With this seal of approval, “banks trust you even if you don’t generate any sales,” Chicot said. “It was a real plus in the beginning to get this award. And it was partly because we have great technology, and partly because it’s technology that’s crucial for the world.”

Diamond promises

French public sector investment bank Bpifrance, one of the organizers of the i-Lab awards, is doubling down on Diamfab with funding from the French Tech Seed fund, which Bpifrance manages on behalf of the French government as part of the France 2030 plan.

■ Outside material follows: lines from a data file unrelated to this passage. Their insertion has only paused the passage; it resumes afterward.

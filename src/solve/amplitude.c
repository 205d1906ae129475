#include "solve/amplitude.h"

#include <lapacke.h>
#include <math.h>
#include <stdbool.h>
#include <string.h>

#include "base/angle.h"

#define FEWEST 4  /* runs: three unknowns and one to tell mirrored answers apart */
#define STEPS 60  /* of one descent */
#define ANGLES 24 /* starts around the circle */
#define SIZES 5   /* starts in the size of the response, a factor of two apart */
#define STARTS (ANGLES * SIZES)
#define ALIKE 5.99 /* in the sum of squares: as the header says */
#define APART 0.02 /* of the response: another answer */
#define PAIR 3     /* runs that leave two answers */
#define FLOOR 1e-9 /* as in regress.c: nobody reads nine digits */

struct task {
    size_t count;
    const double *amplitude;
    const double complex *w;
    const double *variance;
    double scale, reach; /* unknowns in units of scale and scale/reach */
};

/* Sum of squares at u = [T, re A, im A]; with `normal` and `gradient` also J'J and J'r. */
static double squares(const struct task *t, const double u[3], double normal[9], double gradient[3])
{
    double sum = 0;
    if (normal) {
        memset(normal, 0, 9 * sizeof *normal);
        memset(gradient, 0, 3 * sizeof *gradient);
    }
    for (size_t i = 0; i < t->count; i++) {
        double complex w = t->w[i] / t->reach;
        double complex z = u[0] + CMPLX(u[1], u[2]) * w;
        double size = cabs(z),
               sd = sqrt(fmax(t->variance[i] / (t->scale * t->scale), FLOOR * FLOOR));
        double r = (size - t->amplitude[i] / t->scale) / sd;
        sum += r * r;
        if (!normal || !(size > 0))
            continue;
        double complex unit = conj(z) / size;
        double j[3] = {creal(unit) / sd, creal(unit * w) / sd, creal(unit * w * I) / sd};
        for (int a = 0; a < 3; a++) {
            gradient[a] += j[a] * r;
            for (int b = 0; b < 3; b++)
                normal[3 * a + b] += j[a] * j[b];
        }
    }
    return sum;
}

static double descend(const struct task *t, double u[3])
{
    double damping = 1e-3, normal[9], step[3], sum = squares(t, u, NULL, NULL);
    for (int k = 0; k < STEPS && damping < 1e12; k++) {
        squares(t, u, normal, step);
        for (int a = 0; a < 3; a++)
            normal[4 * a] += damping * (normal[4 * a] + 1e-12);
        if (LAPACKE_dposv(LAPACK_ROW_MAJOR, 'U', 3, 1, normal, 3, step, 1) != 0) {
            damping *= 10;
            continue;
        }
        double next[3] = {u[0] - step[0], u[1] - step[1], u[2] - step[2]};
        double there = squares(t, next, NULL, NULL);
        if (there < sum) {
            memcpy(u, next, sizeof next);
            sum = there;
            damping /= 10;
        } else {
            damping *= 10;
        }
    }
    for (int a = 0; a < 3 && u[0] < 0; a++) /* T and A together may change sign */
        u[a] = a == 0 ? u[a] : -u[a];
    u[0] = fabs(u[0]);
    return sum;
}

static bool differ(const double a[3], const double b[3])
{
    return hypot(a[1] - b[1], a[2] - b[2]) > APART * hypot(b[1], b[2]);
}

/* Where all starts end, with their sums of squares, and the best of them. */
static double search(const struct task *t, double found[STARTS][4], double best[3])
{
    double least = INFINITY;
    for (int i = 0; i < STARTS; i++) {
        double complex a = angle_vector(pow(2, i / ANGLES - 2), 360.0 / ANGLES * (i % ANGLES));
        double *u = found[i];
        u[0] = 1;
        u[1] = creal(a);
        u[2] = cimag(a);
        u[3] = descend(t, u);
        if (u[3] < least) {
            least = u[3];
            memcpy(best, u, 3 * sizeof *best);
        }
    }
    return least;
}

/* The end of least sum of squares that is none of those `but`; NULL: there is none. */
static const double *rival(double (*found)[4], const double *const *but, size_t count)
{
    const double *next = NULL;
    for (int i = 0; i < STARTS; i++) {
        bool other = true;
        for (size_t k = 0; k < count; k++)
            other = other && differ(found[i], but[k]);
        if (other && (!next || found[i][3] < next[3]))
            next = found[i];
    }
    return next;
}

/* Covariance of [T, A] at the best, the imaginary part of T being zero by definition. */
static int fill(const struct task *t, const double u[3], struct posterior *p)
{
    static const size_t place[3] = {0, 2, 3};
    double normal[9], unused[3], units[3] = {t->scale, t->scale / t->reach, t->scale / t->reach};
    squares(t, u, normal, unused);
    if (LAPACKE_dpotrf(LAPACK_ROW_MAJOR, 'U', 3, normal, 3) != 0 ||
        LAPACKE_dpotri(LAPACK_ROW_MAJOR, 'U', 3, normal, 3) != 0)
        return AMPLITUDE_AMBIGUOUS;
    if (posterior_init(p, 2) != 0)
        return AMPLITUDE_NO_MEMORY;
    p->rank = 2;
    p->known[0] = p->known[1] = true;
    p->mean[0] = u[0] * units[0];
    p->mean[1] = CMPLX(u[1], u[2]) * units[1];
    for (size_t a = 0; a < 3; a++)
        for (size_t b = a; b < 3; b++)
            p->cov[place[a] * 4 + place[b]] = p->cov[place[b] * 4 + place[a]] =
                normal[3 * a + b] * units[a] * units[b];
    return AMPLITUDE_OK;
}

static void judge(const struct task *t, const double u[3], double least, double *misfit,
                  size_t *which)
{
    double most = -1, stated = 0;
    for (size_t i = 0; i < t->count; i++) {
        double r =
            fabs(cabs(u[0] + CMPLX(u[1], u[2]) * t->w[i] / t->reach) - t->amplitude[i] / t->scale);
        stated = fmax(stated, t->variance[i]);
        if (r > most) {
            most = r;
            *which = i;
        }
    }
    if (stated > 0)
        *misfit = sqrt(least / (double)(t->count - 3));
}

/* What there is to fit; false: a number is not finite, or nothing was read as found. */
static bool task_of(size_t count, const double *amplitude, const double complex *w,
                    const double *variance, double scale, struct task *t)
{
    double sum = scale;
    *t = (struct task){count, amplitude, w, variance, scale, 0};
    for (size_t i = 0; i < count; i++) {
        t->reach = fmax(t->reach, cabs(w[i]));
        sum += amplitude[i] + variance[i] + cabs(w[i]);
    }
    return isfinite(sum) && scale > 0;
}

int amplitude_pair(size_t count, const double *amplitude, const double complex *w,
                   const double *variance, double scale, double complex either[2])
{
    struct task t;
    double found[STARTS][4], best[3];
    either[0] = either[1] = NAN;
    if (!task_of(count, amplitude, w, variance, scale, &t))
        return AMPLITUDE_NAN;
    if (count < PAIR || !(t.reach > 0))
        return AMPLITUDE_AMBIGUOUS;
    double least = search(&t, found, best);
    const double *answers[2] = {best, NULL};
    answers[1] = rival(found, answers, 1);
    if (!answers[1] || !(answers[1][3] - least < ALIKE))
        return AMPLITUDE_AMBIGUOUS;
    const double *third = rival(found, answers, 2);
    if (third && third[3] - least < ALIKE)
        return AMPLITUDE_AMBIGUOUS;
    for (int i = 0; i < 2; i++)
        either[i] = -answers[i][0] / CMPLX(answers[i][1], answers[i][2]) * t.reach;
    return AMPLITUDE_OK;
}

int amplitude_fit(size_t count, const double *amplitude, const double complex *w,
                  const double *variance, double scale, struct posterior *p, double *misfit,
                  size_t *which)
{
    struct task t;
    double found[STARTS][4], best[3];
    memset(p, 0, sizeof *p);
    *misfit = NAN;
    *which = 0;
    if (!task_of(count, amplitude, w, variance, scale, &t))
        return AMPLITUDE_NAN;
    if (count < FEWEST || !(t.reach > 0))
        return AMPLITUDE_AMBIGUOUS;
    double least = search(&t, found, best);
    const double *answer = best, *other = rival(found, &answer, 1);
    if (other && other[3] - least < ALIKE)
        return AMPLITUDE_AMBIGUOUS;
    judge(&t, best, least, misfit, which);
    return fill(&t, best, p);
}
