#include "solve/ruling.h"

bool ruling_counts(const struct model_row *row)
{
    return row->in_aim && row->state == MODEL_GOOD;
}

/* As found alone: a named sensor, or every sensor, without a usable reading is lost. */
static struct ruling rule_bare(const struct model *m)
{
    struct ruling ruling = {RULING_TRIAL, NULL, false};
    size_t usable = 0;
    for (size_t r = 0; r < m->row_count; r++) {
        const struct model_row *row = &m->rows[r];
        if (row->in_aim && row->count > 0)
            usable++;
        else if (row->in_aim && m->job->aim.named)
            return (struct ruling){RULING_REPEAT, row, true};
    }
    if (usable == 0)
        ruling.kind = m->row_count > 0 ? RULING_REPEAT : RULING_MISSING;
    return ruling;
}

/* True where stored responses carry a correction before any weight was tried. */
static bool any_good(const struct model *m)
{
    for (size_t r = 0; r < m->row_count && m->job->plane_count > 0; r++)
        if (ruling_counts(&m->rows[r]))
            return true;
    return false;
}

/* A probe of the aim whose slow-roll vector is missing: the run of runout is one that is needed. */
static const struct model_row *unrolled(const struct model *m)
{
    for (size_t r = 0; r < m->row_count; r++)
        if (m->rows[r].in_aim && m->rows[r].unrolled)
            return &m->rows[r];
    return NULL;
}

struct ruling ruling_of(const struct model *m)
{
    const struct model_row *slow = unrolled(m);
    if (slow)
        return (struct ruling){RULING_REPEAT, slow, m->job->aim.named};
    if (model_is_bare(m) && !any_good(m))
        return rule_bare(m);
    struct ruling solve = {RULING_SOLVE, NULL, false};
    const struct model_row *missing = NULL;
    size_t good = 0;
    for (size_t c = 0; c < m->condition_count; c++) {
        size_t good_here = 0, short_here = 0;
        const struct model_row *lost = NULL;
        for (size_t r = 0; r < m->row_count; r++) {
            const struct model_row *row = &m->rows[r];
            if (row->condition != c || !row->in_aim)
                continue;
            if (row->state == MODEL_GOOD)
                good_here++;
            else if (row->state == MODEL_SHORT && !row->lacks) {
                missing = missing ? missing : row;
                short_here++;
            } else if (m->job->aim.named)
                return (struct ruling){RULING_REPEAT, row, true};
            else if (!lost || (lost->state != MODEL_LOST && row->state == MODEL_LOST))
                lost = row;
        }
        if (good_here == 0 && lost && (lost->state == MODEL_LOST || short_here == 0))
            return (struct ruling){RULING_REPEAT, lost, false};
        good += good_here;
    }
    if (good == 0) {
        solve.kind = RULING_MISSING;
        solve.row = missing;
    }
    return solve;
}
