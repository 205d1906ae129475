#include "solve/remedy.h"

#include <math.h>
#include <stdio.h>
#include <string.h>

#define NAMED 2  /* of a list, by name; the rest is counted */
#define CHECKS 2 /* groups of refusals in one text */

bool remedy_is_diagnosis(const char *check)
{
    return !strcmp(check, "lag-follows-weight") || !strcmp(check, "sensor-swapped") ||
           !strcmp(check, "sensor-turned") || !strcmp(check, "tape-moved");
}

static bool in_aim(const struct model *m, int sensor)
{
    for (size_t r = 0; r < m->row_count; r++)
        if ((int)m->rows[r].sensor == sensor && m->rows[r].in_aim)
            return true;
    return sensor < 0;
}

/* "'a', 'b' and 3 more" of the things that `wanted` marks. */
static void list_names(const struct job *job, const bool *wanted, bool runs, char *text,
                       size_t size)
{
    size_t count = runs ? job->run_count : job->sensor_count, found = 0, length = 0;
    text[0] = '\0';
    for (size_t i = 0; i < count; i++) {
        if (!wanted[i] || found++ >= NAMED)
            continue;
        length += (size_t)snprintf(text + length, size - length, "%s'%s'", length ? ", " : "",
                                   runs ? job->runs[i].name : job->sensors[i].name);
    }
    if (found > NAMED)
        snprintf(text + length, size - length, " and %zu more", found - NAMED);
}

/* The part of a finding's text that says what to do: after its last colon. */
static const char *what_to_do(const char *text)
{
    const char *last = text;
    for (const char *at = strstr(text, ": "); at; at = strstr(at + 2, ": "))
        last = at + 2;
    return last;
}

/* Which of the checks that refuse says most: what makes others refuse, too, comes first. */
static int rank_of(const char *check)
{
    static const char *const first[] = {"same-recording", "tacho",        "service-speed", "beat",
                                        "repeat",         "trial-effect", "linearity"};
    for (size_t i = 0; i < sizeof first / sizeof *first; i++)
        if (!strcmp(check, first[i]))
            return (int)i;
    return (int)(sizeof first / sizeof *first);
}

/* A trial weight that is likely to show an effect, kg: by the 10 % practice if that is more than
 * was tried, else scaled to the limit of the check; NaN: not known. */
static double larger_trial(const struct job *job, const struct remedy_cause *cause)
{
    struct advice_trial trials[16];
    if (job->plane_count > 16)
        return NAN;
    advice_trials(job, trials);
    for (size_t p = 0; p < job->plane_count; p++) {
        double tried = cabs(job_run_weight(job, (size_t)cause->run, p));
        if (!(tried > 0))
            continue;
        if (trials[p].mass > 1.2 * tried) /* else it would show no more */
            return trials[p].mass;
        return tried * cause->limit / cause->value;
    }
    return NAN;
}

static void remedy_words(const struct model *m, const struct remedy_cause *cause, const char *names,
                         const char *sensors, char *text, size_t size)
{
    const struct job *job = m->job;
    bool us = job->units == UNITS_US;
    double kg = !strcmp(cause->check, "trial-effect") ? larger_trial(job, cause) : NAN;
    if (!strcmp(cause->check, "same-recording"))
        snprintf(text, size, "%s: name the file that belongs to each run; no new run is needed",
                 names);
    else if (isfinite(kg) && kg > 0)
        snprintf(text, size, "%s: repeat with a larger trial weight, about %s %s%s", names,
                 judge_figure(kg / (us ? 0.45359237 / 16 : 1e-3), 2).text, us ? "oz" : "g",
                 sensors);
    else
        snprintf(text, size, "%s%s: %.160s", names, sensors, what_to_do(cause->text));
}

/* All that one check refuses. */
static void add_check(const struct model *m, const struct remedy_cause *causes, size_t count,
                      const struct remedy_cause *first, char *text, size_t size)
{
    bool runs[256] = {false}, sensors[256] = {false};
    const struct job *job = m->job;
    if (job->run_count > 256 || job->sensor_count > 256)
        return;
    size_t run_count = 0, sensor_count = 0;
    for (size_t i = 0; i < count; i++) {
        const struct remedy_cause *c = &causes[i];
        if (!c->refused || strcmp(c->check, first->check) != 0 || !in_aim(m, c->sensor))
            continue;
        run_count += !runs[c->run];
        runs[c->run] = true;
        if (c->sensor >= 0) {
            sensor_count += !sensors[c->sensor];
            sensors[c->sensor] = true;
        }
    }
    char list[160], names[180], which[180] = "";
    list_names(job, runs, true, list, sizeof list);
    snprintf(names, sizeof names, "run%s %s", run_count == 1 ? "" : "s", list);
    if (sensor_count > 0) {
        list_names(job, sensors, false, list, sizeof list);
        snprintf(which, sizeof which, " (sensor%s %s)", sensor_count == 1 ? "" : "s", list);
    }
    remedy_words(m, first, names, which, text, size);
}

/* Appends a whole sentence or nothing. */
static void append(struct advice_next *next, const char *more)
{
    size_t length = strlen(next->text), wanted = strlen(more) + 2;
    if (length + wanted < sizeof next->text)
        snprintf(next->text + length, sizeof next->text - length, "%s%s", length ? "; " : "", more);
}

/* The refusing cause of the lowest rank above `above` of the aim's sensors; NULL: none. */
static const struct remedy_cause *
next_cause(const struct model *m, const struct remedy_cause *causes, size_t count, int above)
{
    const struct remedy_cause *best = NULL;
    for (size_t i = 0; i < count; i++) {
        int rank = rank_of(causes[i].check);
        if (causes[i].refused && rank > above && in_aim(m, causes[i].sensor) &&
            (!best || rank < rank_of(best->check)))
            best = &causes[i];
    }
    return best;
}

/* The first diagnosis, without its limit; false: there is none. */
static bool diagnosis(const struct model *m, const struct remedy_cause *causes, size_t count,
                      char *text, size_t size)
{
    for (size_t i = 0; i < count; i++) {
        bool said = causes[i].refused && !strcmp(causes[i].check, "prediction");
        if ((!said && !remedy_is_diagnosis(causes[i].check)) || !in_aim(m, causes[i].sensor))
            continue;
        snprintf(text, size, "%.250s", causes[i].text);
        char *limit = strstr(text, ", limit "), *advice = limit ? strstr(limit, ": ") : NULL;
        if (advice)
            memmove(limit, advice, strlen(advice) + 1);
        return true;
    }
    return false;
}

void remedy_lead(const struct model *m, const struct remedy_cause *causes, size_t count,
                 struct advice_next *next)
{
    struct advice_next own = *next;
    if (!diagnosis(m, causes, count, own.text, sizeof own.text))
        return;
    append(&own, next->text);
    memcpy(next->text, own.text, sizeof next->text);
}

/* 2x that is many times 1x asks for the tacho first, whatever else was refused. */
static void ask_for_shaft(const struct model *m, const struct remedy_cause *causes, size_t count,
                          struct advice_next *next)
{
    for (size_t i = 0; i < count; i++) {
        const struct remedy_cause *c = &causes[i];
        if (strcmp(c->check, "two-x") != 0 || !(c->value >= REMEDY_SHAFT_PCT) ||
            !in_aim(m, c->sensor))
            continue;
        append(next, "2x is many times 1x: see whether the tacho counts this shaft");
        return;
    }
}

void remedy_step(const struct model *m, const struct remedy_cause *causes, size_t count,
                 struct advice_next *next)
{
    struct advice_next own = {.step = next->step};
    int above = -1;
    bool any = diagnosis(m, causes, count, own.text, sizeof own.text);
    for (int k = 0; k < CHECKS; k++) {
        const struct remedy_cause *c = next_cause(m, causes, count, above);
        char words[400];
        if (!c || (k > 0 && rank_of(c->check) > 6)) /* a further one only of those that lead */
            break;
        above = rank_of(c->check);
        words[0] = '\0';
        add_check(m, causes, count, c, words, sizeof words);
        append(&own, words);
        any = true;
    }
    if (any && own.text[0])
        memcpy(next->text, own.text, sizeof next->text);
    ask_for_shaft(m, causes, count, next);
}
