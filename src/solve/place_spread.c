/* place_spread.c - see place_spread.h. */
#include "solve/place_spread.h"

#include <math.h>
#include <stdlib.h>
#include <string.h>

#include "solve/place_kept.h"
#include "solve/place_relax.h"

#define FINE 1e-9      /* of norm: as in place_kept.c */
#define CRUMB 1e-6     /* of a plane's mass: smaller parts are left out where that costs nothing */

enum { OPEN, IN, OUT };

static void clear_load(struct place_load *load)
{
    *load = (struct place_load){0};
    memset(load->item, 0xff, sizeof load->item);
}

/* The positions that may carry something now, and how much. */
static size_t usable(const struct place_site *site, size_t *index, double complex *e, double *cap)
{
    size_t in = 0, n = 0;
    for (size_t i = 0; i < site->positions; i++) {
        in += site->state[i] == IN;
    }
    bool closed = in >= (size_t)site->pieces;
    for (size_t i = 0; i < site->positions; i++) {
        if (site->state[i] == IN || (site->state[i] == OPEN && !closed)) {
            index[n] = i;
            cap[n] = site->caps[i];
            e[n++] = site->e[i];
        }
    }
    return n;
}

static int region_of(const struct place_site *site, struct place_region *region)
{
    if (site->kind == PLACE_ANYWHERE) {
        place_region_disc(region, site->region.radius);
        return 0;
    }
    size_t *index = malloc((site->positions + 1) * sizeof *index);
    double complex *e = malloc((site->positions + 1) * sizeof *e);
    double *cap = malloc((site->positions + 1) * sizeof *cap);
    int result = -1;
    *region = (struct place_region){0};
    if (index != NULL && e != NULL && cap != NULL) {
        size_t n = usable(site, index, e, cap);
        result = place_region_polygon(region, e, n, cap, site->total);
    }
    free(cap);
    free(e);
    free(index);
    return result;
}

/* Masses at positions for the weight w; m[positions] is written. */
static int masses_for(const struct place_site *site, double complex w, double *m, bool *possible)
{
    size_t *index = malloc((site->positions + 1) * sizeof *index);
    double complex *e = malloc((site->positions + 1) * sizeof *e);
    double *part = malloc((site->positions + 1) * sizeof *part);
    double *cap = malloc((site->positions + 1) * sizeof *cap);
    int result = -1;
    if (index != NULL && e != NULL && part != NULL && cap != NULL) {
        size_t n = usable(site, index, e, cap);
        *possible = place_region_split(e, n, cap, w, part);
        double sum = 0;
        memset(m, 0, site->positions * sizeof *m);
        for (size_t i = 0; i < n; i++) {
            m[index[i]] = part[i];
            sum += part[i];
        }
        for (size_t i = 0; i < site->positions; i++) {
            m[i] *= sum > site->total ? site->total / sum : 1;
        }
        result = 0;
    }
    free(cap);
    free(part);
    free(e);
    free(index);
    return result;
}

static void load_masses(const struct place_site *site, const double *m, double least,
                        struct place_load *load)
{
    size_t n = 0;
    clear_load(load);
    for (size_t i = 0; i < site->positions && n < PLACE_PIECES_MOST; i++) {
        if (m[i] > least) {
            load->item[n] = (uint32_t)i;
            load->mass[n++] = m[i];
            load->w += m[i] * site->e[i];
        }
    }
}

static size_t used(const double *m, size_t count, double least)
{
    size_t n = 0;
    for (size_t i = 0; i < count; i++) {
        n += m[i] > least;
    }
    return n;
}

static double total_of(const double *m, size_t count)
{
    double sum = 0;
    for (size_t i = 0; i < count; i++) {
        sum += m[i];
    }
    return sum;
}

/* A position to decide next: `open` that carries most; SIZE_MAX where none does. */
static size_t heaviest_open(const struct place_site *site, const double *m)
{
    size_t best = SIZE_MAX;
    for (size_t i = 0; i < site->positions; i++) {
        if (site->state[i] == OPEN && m[i] > 0 && (best == SIZE_MAX || m[i] > m[best])) {
            best = i;
        }
    }
    return best;
}

static int explore(struct place_hunt *hunt, size_t depth, const struct place_form *form);

/* One piece: it stands on one side of the relaxed weight's direction or on the other. */
static int take_sides(struct place_hunt *hunt, size_t depth, const struct place_form *form,
                      struct place_site *site, double complex w)
{
    unsigned char *before = malloc(site->positions);
    if (before == NULL) {
        return -1;
    }
    int result = 0;
    memcpy(before, site->state, site->positions);
    for (int side = 0; side < 2 && result == 0; side++) {
        for (size_t i = 0; i < site->positions; i++) {
            bool left = cimag(conj(w) * site->e[i]) >= 0;
            site->state[i] = before[i] == OPEN && left == (side == 0) ? OUT : before[i];
        }
        result = explore(hunt, depth, form);
    }
    memcpy(site->state, before, site->positions);
    free(before);
    return result;
}

static int decide(struct place_hunt *hunt, size_t depth, const struct place_form *form,
                  struct place_site *site, size_t position)
{
    int result = 0;
    for (int way = IN; way <= OUT && result == 0; way++) {
        site->state[position] = (unsigned char)way;
        result = explore(hunt, depth, form);
    }
    site->state[position] = OPEN;
    return result;
}

struct branch {
    struct place_site *site; /* NULL: nothing left to decide */
    size_t position;
    bool sides;       /* by side of `w` rather than by position */
    double complex w;
};

/* Offers the relaxed weights w[], as masses; tells where to split next. */
static int use_relaxed(struct place_hunt *hunt, size_t depth, const struct place_form *form,
                       double complex *w, struct branch *branch, double *value)
{
    bool fits = true;
    struct branch crowded = {0}, open = {0};
    for (size_t q = 0; q < form->planes; q++) {
        struct place_site *site = &hunt->site[depth + q];
        struct place_load *load = &hunt->load[depth + q];
        clear_load(load);
        if (site->kind == PLACE_ANYWHERE) {
            if (cabs(w[q]) > 1e-12 * site->region.radius) {
                load->item[0] = 0;
                load->mass[0] = cabs(w[q]);
                load->w = w[q];
            }
            continue;
        }
        double *m = malloc((site->positions + 1) * sizeof *m);
        bool possible = false;
        if (m == NULL || masses_for(site, w[q], m, &possible) != 0) {
            free(m);
            return -1;
        }
        double least = CRUMB * total_of(m, site->positions);
        size_t at = heaviest_open(site, m);
        if (!possible || used(m, site->positions, least) > (size_t)site->pieces) {
            fits = false;
            if (at != SIZE_MAX) {
                crowded = (struct branch){site, at, possible && site->pieces == 1, w[q]};
            }
        } else {
            load_masses(site, m, least, load);
        }
        if (at != SIZE_MAX && m[at] > least) {
            open = (struct branch){site, at, false, w[q]};
        }
        free(m);
    }
    if (fits) {
        for (size_t q = 0; q < form->planes; q++) {
            w[q] = hunt->load[depth + q].w;
        }
        *value = place_form_worst(form, w, NULL);
        place_kept_offer(hunt, *value);
    }
    *branch = crowded.site != NULL ? crowded : open;
    return 0;
}

static int explore(struct place_hunt *hunt, size_t depth, const struct place_form *form)
{
    size_t n = form->planes, ready = 0;
    struct place_region *region = calloc(n, sizeof *region);
    double complex *w = malloc(n * sizeof *w);
    double *lambda = malloc(form->rows * sizeof *lambda);
    struct branch branch = {0};
    double bound = -INFINITY;
    int result = region == NULL || w == NULL || lambda == NULL ? -1 : 0;
    while (result == 0 && ready < n) {
        result = region_of(&hunt->site[depth + ready], &region[ready]);
        ready++;
    }
    hunt->nodes -= 3 * place_relax_nodes(form); /* with the polygons */
    double cutoff = place_kept_cutoff(hunt);
    if (result == 0) {
        result = place_relax(form, region, hunt->norm, 0, cutoff, w, lambda, &bound);
    }
    if (result == 0 && bound < cutoff) {
        double value = INFINITY;
        result = use_relaxed(hunt, depth, form, w, &branch, &value);
        if (branch.site == NULL && value - bound > FINE * hunt->norm) {
            hunt->lost = fmin(hunt->lost, bound); /* a relaxation that did not converge proves only this */
        }
    }
    for (size_t q = 0; q < ready; q++) {
        place_region_release(&region[q]);
    }
    free(lambda);
    free(w);
    free(region);
    if (result != 0 || branch.site == NULL || bound >= place_kept_cutoff(hunt)) {
        return result;
    }
    if (hunt->nodes <= 0) {
        hunt->lost = fmin(hunt->lost, bound);
        return 0;
    }
    double lost = hunt->lost;
    hunt->lost = INFINITY;
    result = branch.sides ? take_sides(hunt, depth, form, branch.site, branch.w)
                          : decide(hunt, depth, form, branch.site, branch.position);
    hunt->lost = fmin(lost, fmax(hunt->lost, bound));
    return result;
}

int place_spread(struct place_hunt *hunt, size_t depth, const struct place_form *form)
{
    for (size_t q = 0; q < form->planes; q++) {
        struct place_site *site = &hunt->site[depth + q];
        if (site->kind == PLACE_POSITIONS) {
            for (size_t i = 0; i < site->positions; i++) {
                site->state[i] = site->caps[i] > 0 ? OPEN : OUT;
            }
        }
    }
    return explore(hunt, depth, form);
}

When silicon has become a commodity, Diamfab’s high-value-added diamond wafers could be made in Europe and sold at a premium warranted by their higher efficiency, which also ties into the green transition. Decarbonization is one key goal of France 2030, and diamonds could help.

Their carbon footprint would be lighter because of the smaller surface that diamond requires compared to silicon carbide, but also because Diamfab synthetizes its diamonds from methane. In the future, this source could be biomethane, giving a commercial outlet to this byproduct of recycling.

Image Credits: Diamfab

Most of this, however, is still in the future. Diamfab is not decades away from its goals, but says it will need five years for its technology to be able to support the mass production of diamond wafers that fit industry requirements. This means taking its know-how in growing and doping diamond layers on one-inch wafers, and applying it to the four-inch wafers that silicon carbide already works on. Even with enough funding to support a small pilot production line, this will take a few years.

This five-year horizon made Diamfab a no-go for some VCs; while these may be sympathetic to the idea of reindustrializing Europe with cutting-edge innovation, their liquidity cycles make these types of investments more difficult. But Chicot ultimately managed to round up the €8.7 million that will help the startup go through its pre-industrialization phase.

Grenoble, a deep tech hub

The group of investors that have rallied around Diamfab is “balanced,” Chicot said, including public players, evergreen fund Asterion Ventures, and supporters of Diamfab’s region, Auvergne-Rhône-Alpes, and its city of Grenoble.

While there’s warranted hype around AI in Paris, Grenoble may be the closest to a French Silicon Valley. In no small part thanks to Nobel Prize-winning physicist Louis Néel, the Alpine city’s focus on electronics turned it into a deep tech hub that’s now also part of the conversation on both green tech and sovereign tech.

Grenoble startups that pop to mind include Verkor, which secured more than €2 billion for its gigafactory in Northern France, and Renaissance Fusion, which raised $16.4 million last year to build nuclear fusion technology in Europe. But Diamfab may benefit more from its partnerships with larger players with local ties, including CEA, Schneider Electric, Soitec and STMicroelectronics.

There’s no doubt that more semiconductors will come out of the French Alps. As both the EU and the U.S. adopted Chip Acts to reduce their dependency in Asia, France is set to provide €2.9 billion in aid for the upcoming joint factory of STMicroelectronics and GlobalFoundries, and Soitec recently opened a fourth factory nearby. Now Diamfab hopes it can play a part, too, and unleash the full potential of diamond in semiconductors.